I have a 2" thick steel plate that is .0005" true. I shim the head on the plate until the CAM JOURNALS are perfectly parallel to the plate not the head surface. I clamp it down firmly. Put it in the powder coating oven for the DAY at 400-450. This will slowly draw those valleys and pockets back flat against the plate.
Refinish the heads surface to 20-30 microinches and you're done.
 
Brew, I'm not challenging any of the advice you've been given, but the more you get into these motors, the more you'll realize two things: First, there's more than one way to skin a cat. Second, this ain't rocket science, and reinstalling your head with a good seal doesn't require a machine shop and five figures in gear.

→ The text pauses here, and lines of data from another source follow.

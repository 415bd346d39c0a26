"""Reading program files: bytes to text, with failures as CircuitError naming the place."""

from __future__ import annotations

from pathlib import Path

from jobkeeper.circuit.lexer import Token
from jobkeeper.exceptions import CircuitError


def read_source(path: Path, what: str, *, file: str | None, at: Token | None = None) -> bytes:
    """The file's bytes. Errors name ``file`` and, for an include, the statement ``at``."""
    try:
        return path.read_bytes()
    except OSError as exc:
        raise CircuitError(
            f"cannot read {what}: {exc.strerror or exc}",
            file=file,
            line=at.line if at else None,
            column=at.column if at else None,
        ) from None


def decode_source(data: bytes, name: str) -> str:
    try:
        text = data.decode("utf-8")
    except UnicodeDecodeError as exc:
        line = data.count(b"\n", 0, exc.start) + 1
        column = exc.start - (data.rfind(b"\n", 0, exc.start) + 1) + 1
        raise CircuitError(
            f"not UTF-8 text (byte 0x{data[exc.start]:02x})", file=name, line=line, column=column
        ) from None
    return text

I've seen more than one case where a professional has assembled one of these motors without dressing the head gasket a bit and had oil leaking into the combustion chambers from the cam chain tunnel. My personal practice is to spray the whole surface of the head gasket with 3 coats of Permatex copper gasket spray. I use the same stuff on the base gasket except if there's a little roughness on the surfaces of the case and/or cylinders; if so I use Permatex Ultra Black. Theory is all very nice, but when I do motors this way, they don't leak.

BTW, I've never seen a warped head on an XS650, but I've seen badly warped rocker boxes, and those can't be milled flat. chizler, your recipe is the only one I've seen for recovering a tweaked rocker box; thanks!